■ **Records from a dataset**
□ □ □ □

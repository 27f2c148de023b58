/* Changes of the invented site's cases: a path of keys, the old and the new value, taken in either direction. */
import { type DemoSystem } from '../convert';
import { type DemoCase, type DemoChange } from './demo-case-types';

const NAMES = ['tag', 'id', 'cause', 'group', 'revision', 'name'];
type Node = Record<string, unknown>;

function isNode(value: unknown): value is Node {
  return typeof value === 'object' && value !== null && !Array.isArray(value);
}

function indexIn(list: unknown[], key: string): number {
  return list.findIndex((item) => isNode(item) && NAMES.some((name) => item[name] === key));
}

function child(of: unknown, key: string): unknown {
  if (Array.isArray(of)) return of[indexIn(of, key)];
  return isNode(of) ? of[key] : undefined;
}

/** A value of null in a list means that the item is not there. */
function setInList(list: unknown[], key: string, value: unknown): void {
  const at = indexIn(list, key);
  if (value === null) list.splice(at, 1);
  else if (at === -1) list.push(value);
  else list[at] = value;
}

function write(system: DemoSystem, path: string[], value: unknown): void {
  const key = path.at(-1) ?? '';
  let owner: unknown = system;
  for (const part of path.slice(0, -1)) owner = child(owner, part);
  if (Array.isArray(owner)) setInList(owner, key, value);
  else if (!isNode(owner)) throw new Error(`the invented site has nothing at ${path.join('/')}`);
  else if (value === null) Reflect.deleteProperty(owner, key);
  else owner[key] = value;
}

/** A changed figure says where it comes from; one that says nothing is the case's own. */
function withOrigin(change: DemoChange, value: unknown): unknown {
  if (!isNode(value) || typeof value['value'] !== 'number' || 'origin' in value) return value;
  return { ...value, origin: { kind: 'calculation', reference: `Change of the case: ${change.label}` } };
}

/** A copy of a system with the changes of a case made (`new`) or undone (`old`). */
export function changed(system: DemoSystem, changes: DemoChange[], side: 'old' | 'new'): DemoSystem {
  const copy = structuredClone(system);
  for (const change of changes) {
    if (change.system === system.id)
      write(copy, change.path, withOrigin(change, structuredClone(change[side])));
  }
  return copy;
}

/** All changes of a case: its own and those of the affected systems that it includes. */
export function changesOf(demo: DemoCase): DemoChange[] {
  return [...demo.changes, ...demo.ripple.flatMap((affected) => affected.changes)];
}

/** The systems of a case: its own, then the affected ones whose figures it changes. */
export function systemsOf(demo: DemoCase): { tag: string; why: 'own' | 'affected' }[] {
  const moved = [...new Set(changesOf(demo).map((change) => change.system))];
  const own = moved.filter((tag) => demo.changes.some((change) => change.system === tag));
  const affected = moved.filter((tag) => !own.includes(tag));
  return [
    ...own.map((tag) => ({ tag, why: 'own' as const })),
    ...affected.map((tag) => ({ tag, why: 'affected' as const })),
  ];
}
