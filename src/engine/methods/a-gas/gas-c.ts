/* Method a.gas-C: the coefficient C of the ratio of specific heats, in both unit systems. */
import { type Method } from '../../catalog/types';
import { workSheet } from '../../sheet';
import { input, output } from '../common/describe';
import { SYSTEM_UNITS, type System } from '../common/system';
import { gasC, GAS_FORMS } from './flow';

/** a.gas-C: C as a function of k. */
export const GAS_C: Method = {
  id: 'a.gas-C',
  version: 1,
  topic: 'a.gas-C',
  title: 'Coefficient C of the ratio of specific heats',
  editions: ['API 520-1, 7th to 10th edition'],
  source: 'API Standard 520 Part I, coefficient C; constants 520 (US) and 0.03948 (SI) from memory',
  validity: 'Ideal-gas k from 1 up; at k = 1 the limit is taken.',
  // The published table runs beyond what a gas can be (k = 2), so the range of a gas is not asked of k here.
  inputs: [input('k', 'ideal-gas ratio of specific heats', 'dimensionless')],
  outputs: [
    output('C_US', 'C in US units', 'gas-constant-c'),
    output('C_SI', 'C in SI units', 'gas-constant-c'),
  ],
  work(inputs, edition) {
    return workSheet(this, inputs, edition, (sheet) => {
      const k = sheet.number('k', '-', { min: 1 });
      for (const system of ['US', 'SI'] as const satisfies readonly System[]) {
        sheet.keep('c', GAS_FORMS[system].c, String(GAS_FORMS[system].c));
        const unit = SYSTEM_UNITS[system].C;
        const value = sheet.step(
          {
            key: `C_${system}`,
            tex: `C_{${system}}`,
            meaning: `coefficient C, ${system} form`,
            value: gasC(k, system),
            unit,
            memory: true,
          },
          (v) =>
            `${v('c')} \\sqrt{${v('k')} \\left(\\frac{2}{${v('k')}+1}\\right)^{(${v('k')}+1)/(${v('k')}-1)}}`,
        );
        sheet.output(`C_${system}`, value, unit);
      }
    });
  },
};
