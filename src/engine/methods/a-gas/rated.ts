/* Method a.rated-capacity: what a valve passes by its actual area and certified coefficient. */
import { type Method } from '../../catalog/types';
import { convert, fromSI, unitLabel } from '../../quantity';
import { type SheetBuilder, type Show, workSheet } from '../../sheet';
import { GAS_INPUTS, input, optional, output } from '../common/describe';
import { absolutePressure, barometer, relievingAbsolute } from '../common/pressures';
import { SYSTEM_UNITS, type System, systemOf } from '../common/system';
import { GAS_CONSTANT, type GasState, nozzleFlux } from './flow';

/** Rated gas capacity in kg/s: K · A · G, with A the actual area in m² and K the certified (derated) coefficient. */
export function ratedCapacity(flux: number, area: number, K: number): number {
  return K * area * flux;
}

/** The gas at the nozzle in SI base units; refuses when nothing can flow. */
export function readState(sheet: SheetBuilder, system: System): GasState {
  const unit = SYSTEM_UNITS[system].P;
  const T = sheet.number('T', 'K', { above: 0 });
  const Z = sheet.number('Z', '-', { above: 0 });
  const M = sheet.number('M', 'kg/kmol', { above: 0 });
  const k = sheet.number('k', '-', { min: 1 });
  const relieving = relievingAbsolute(sheet, system);
  const back = sheet.has('P2') ? absolutePressure(sheet, 'P2', 'P_2', system) : barometer(sheet, system);
  if (back >= relieving)
    sheet.refuse('NO_FLOW', 'P2', 'The relieving pressure is not above the back pressure: nothing can flow.');
  return {
    P1: convert({ value: relieving, unit }, 'Pa_abs'),
    P2: convert({ value: back, unit }, 'Pa_abs'),
    T,
    Z,
    M,
    k,
  };
}

/** The step of the theoretical mass flux. */
export function fluxStep(sheet: SheetBuilder, state: GasState): { flux: number; choked: boolean } {
  const { flux, choked } = nozzleFlux(state);
  sheet.keep('P1', state.P1, 'P_1');
  sheet.keep('P2', state.P2, 'P_2');
  sheet.keep('R', GAS_CONSTANT);
  const root = (v: Show) => `\\frac{${v('M')}}{${v('Z')} \\cdot ${v('R')} \\cdot ${v('T')}}`;
  const r = (v: Show) => `\\left(\\frac{${v('P2')}}{${v('P1')}}\\right)`;
  sheet.step(
    {
      key: 'G',
      meaning: `theoretical mass flux, ${choked ? 'choked' : 'not choked'}, in SI base units`,
      value: flux,
      unit: 'kg/(m2.s)',
      clause: 'isentropic nozzle of an ideal gas',
    },
    (v) =>
      choked
        ? `${v('P1')} \\sqrt{${root(v)} \\cdot ${v('k')} \\left(\\frac{2}{${v('k')}+1}\\right)^{(${v('k')}+1)/(${v('k')}-1)}}`
        : `${v('P1')} \\sqrt{${root(v)} \\cdot \\frac{2 \\cdot ${v('k')}}{${v('k')}-1} \\left[${r(v)}^{2/${v('k')}} - ${r(v)}^{(${v('k')}+1)/${v('k')}}\\right]}`,
  );
  return { flux, choked };
}

/** a.rated-capacity: rated capacity in gas service. */
export const RATED: Method = {
  id: 'a.rated-capacity',
  version: 1,
  topic: 'a.rated-capacity',
  title: 'Rated capacity from actual area and certified coefficient',
  editions: ['API 520-1, 7th to 10th edition'],
  source:
    'Isentropic nozzle of an ideal gas: basis of API 520-1 Annex B.1 and of the ASME capacity formula (clause from memory)',
  validity:
    'Ideal gas with inlet Z and k. Actual area with the certified coefficient only; never an actual area with the effective 0.975.',
  inputs: [
    input('A_actual', 'actual flow area', 'area', { rangeKey: 'orificeArea' }),
    input('K_certified', 'certified coefficient of discharge', 'dimensionless', { rangeKey: 'kdGas' }),
    ...GAS_INPUTS,
    optional('P1', 'relieving pressure', 'pressure-absolute'),
    optional('set_pressure', 'set pressure', 'pressure-gauge', { rangeKey: 'setPressure' }),
    optional('overpressure', 'overpressure as a fraction of set', 'dimensionless', {
      rangeKey: 'overpressure',
    }),
    optional('atmospheric_pressure', 'barometric pressure', 'pressure-absolute', { rangeKey: 'barometer' }),
    optional('P2', 'total back pressure (the barometric pressure when not given)', 'pressure-absolute'),
    optional('Kc', 'combination factor with a rupture disk (1 when not given)', 'dimensionless', {
      rangeKey: 'kc',
    }),
  ],
  outputs: [
    output('P1', 'relieving pressure', 'pressure-absolute'),
    output('mass_flux_theoretical', 'theoretical mass flux', 'mass-flux'),
    output('choked', 'whether the nozzle is choked'),
    output('W_rated', 'rated capacity', 'mass-flow'),
  ],
  work(inputs, edition) {
    return workSheet(this, inputs, edition, (sheet) => {
      const system = systemOf(inputs, ['A_actual']);
      const u = SYSTEM_UNITS[system];
      const A = sheet.number('A_actual', 'm2', { above: 0 }, 'A');
      const K = sheet.number('K_certified', '-', { above: 0, max: 1 }, 'K');
      const Kc = sheet.number('Kc', '-', { above: 0, max: 1, fallback: 1 }, 'K_c');
      const { flux, choked } = fluxStep(sheet, readState(sheet, system));
      const W = fromSI(ratedCapacity(flux, A, K * Kc), u.W).value;
      sheet.step(
        { key: 'W', tex: 'W_{rated}', meaning: 'rated capacity', value: W, unit: u.W },
        (v) =>
          `${v('K_certified')} \\cdot ${v('A_actual')} \\cdot ${v('Kc')} \\cdot ${v('G')} \\quad (\\text{kg/s, shown as } ${unitLabel(u.W)})`,
      );
      sheet.output('choked', choked);
      sheet.output('mass_flux_theoretical', flux, 'kg/(m2.s)');
      sheet.output('W_rated', W, u.W);
    });
  },
};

□ □ □ □

■ **Work request**
Using the records above, restate word for word the lines from the one with "number; choked: boolean" through the one with "sheet.keep('R', GAS_CONSTANT);", both included.

■ **The completed task**
export function fluxStep(sheet: SheetBuilder, state: GasState): { flux: number; choked: boolean } {
  const { flux, choked } = nozzleFlux(state);
  sheet.keep('P1', state.P1, 'P_1');
  sheet.keep('P2', state.P2, 'P_2');
  sheet.keep('R', GAS_CONSTANT);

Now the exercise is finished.